Info from Canvas...
Canvas Data Community: Canvas Data | Canvas Community
We are still attempting to connect to data via Redshift, but might have to use API instead.
Will update post when we get connected to our data.
Did either of you find a solution to this? We'd love to know your process. Thanks in advance!
I'm using the Canvas Data CLI tool which has saved me hours of development work trying to go through the API route. I'm happy to give you any help that I can.
That would be helpful.
How did you install the CLI tool(is it the one available on GitHub?) and is it downloading data in files or into a database?
1 of 1 people found this helpful
The CLI tool is the one available on GitHub. You have to install NodeJS too. The installation instructions are on GitHub. Once you have NodeJS installed, you use the node package manager (npm) to install the files. It's pretty easy if you are comfortable running things from the command prompt. The CLI downloads the files to a directory and then unpacks them. We are on Oracle so I use a combination of tools to load the files into the database. Oracle has SQL Loader. Sql Server has a similar product called bcp. Some data doesn't play nicely with the upload tools so I wrote my own script for a few of the files.
I would recommend loading the files into a database instead of loading them as a text file in Tableau. With a database, you get a very significant performance improvement through indexing.
This is very Nice! Thank you for your inputs Sam. I have 4 follow up questions.

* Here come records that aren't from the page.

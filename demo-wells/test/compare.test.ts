import { describe, it, expect } from 'vitest';
import { compareVolumesWithModel, compareWithModel, type EvaluatedWell } from '../src/check/compare.js';
import { modelTruth } from '../src/model/field.js';

/** The model's own truth dressed as an evaluation (metres for the metric well). */
function truthAsEvaluation(fluid: boolean, shift = (_q: string, x: number) => x): EvaluatedWell[] {
  return modelTruth().wells.map((w) => {
    const k = w.column.sampling.unit === 'm' ? 0.3048 : 1;
    const zones = (fluid ? w.fluidZones : w.zones).map((z) => ({
      zone: z.zone,
      netReservoir: { thickness: { md: (z.netReservoir.md * k) }, meanPhi: z.netReservoir.meanPhi, meanSw: z.netReservoir.meanSw },
      netPay: {
        thickness: { md: shift('h', z.netPay.md) * k, tvd: shift('h', z.netPay.tvd) * k },
        meanPhi: z.netPay.meanPhi === null ? null : shift('phi', z.netPay.meanPhi),
        meanSw: z.netPay.meanSw === null ? null : shift('sw', z.netPay.meanSw),
      },
    }));
    return { well: w.name, depthUnit: w.column.sampling.unit, zones };
  });
}

describe('compareWithModel', () => {
  it('passes every row when the evaluation equals the model (metres converted)', () => {
    const rows = compareWithModel(truthAsEvaluation(false));
    expect(rows.length).toBeGreaterThan(140);
    expect(rows.every((r) => r.pass)).toBe(true);
    expect(rows.every((r) => Math.abs((r.evaluated ?? NaN) - r.model) < 1e-9)).toBe(true);
  });

  it('fails net pay off by more than one step, porosity off by more than 0.005, Sw by more than 0.02', () => {
    const rows = compareWithModel(truthAsEvaluation(false, (q, x) => (q === 'h' ? x + 0.6 : q === 'phi' ? x + 0.0051 : x - 0.0201)));
    const pay = rows.filter((r) => r.quantity === 'net pay' && r.model > 0);
    expect(pay.length).toBeGreaterThan(20);
    expect(pay.every((r) => !r.pass)).toBe(true); // 0.6 ft > 0.5 ft and > 0.328 ft (0.1 m)
    expect(rows.filter((r) => r.quantity === 'mean porosity').every((r) => !r.pass)).toBe(true);
    expect(rows.filter((r) => r.quantity === 'mean Sw').every((r) => !r.pass)).toBe(true);
  });

  it('fails a row whose evaluated mean is missing, and skips zones the model does not know', () => {
    const ev = truthAsEvaluation(false);
    const wm1 = ev.find((w) => w.well === 'WM-1')!;
    const zones = wm1.zones.map((z) => (z.zone === 'Wren Sand' ? { ...z, netPay: { ...z.netPay, meanPhi: null } } : z));
    const rows = compareWithModel([{ ...wm1, zones: [...zones, { ...zones[0], zone: 'Not a formation' }] }]);
    expect(rows.find((r) => r.zone === 'Wren Sand' && r.quantity === 'mean porosity')!.pass).toBe(false);
    expect(rows.some((r) => r.zone === 'Not a formation')).toBe(false);
  });
});

describe('compareVolumesWithModel', () => {
  it('gives the model volumes back from the model fluid zones, and flags a 3% pay error', () => {
    expect(compareVolumesWithModel(truthAsEvaluation(true)).every((r) => r.pass && Math.abs(r.relativeDifference!) < 1e-12)).toBe(true);
    // 3% more net pay in every well gives 3% more volume (A h phi (1 - Sw) is linear in h).
    const rows = compareVolumesWithModel(truthAsEvaluation(true, (q, x) => (q === 'h' ? 1.03 * x : x)));
    for (const r of rows) {
      expect(r.relativeDifference!).toBeCloseTo(0.03, 10);
      expect(r.pass).toBe(false);
    }
  });

  it('reports a missing well and fails its accumulation', () => {
    const rows = compareVolumesWithModel(truthAsEvaluation(true).filter((w) => w.well !== 'WM-2'));
    const cap = rows.find((r) => r.accumulation === 'Wren gas cap')!;
    expect(cap.missingWells).toEqual(['WM-2']);
    expect(cap.pass).toBe(false);
  });
});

1. Right now I am relying on external Team and their Java code to extract these files and I have my ETL processes to Load those extracted delimited files to Oracle DB. I am having backup of those files for 7 days and purging them after that. But I always wonder if we ever need any back up of extracts as each day we will have entire set of data.
2. I am still not sure how to be deal with Requests file. each day the incremental data keeps increasing and so also the ETL load processing time. we may not have appropriate use case for the data from that file for now but I guess its importance will eventually increase down the line.
3. Some column values(especially where it allows user to key in paragraphs) are LONG datatypes and Oracle limitation on use of LONG is not allowing all the data. Hence I have to either trim upto 4000Char or ignore those column values. Do you have any suggestion on such columns?
4. Is it possible to share your Table Definitions (especially Indices). I still need to do data profiling and come up with my own strategy.
Eventually I want to bypass java code based api and your inputs CLI will be very helpful. Thanks Again!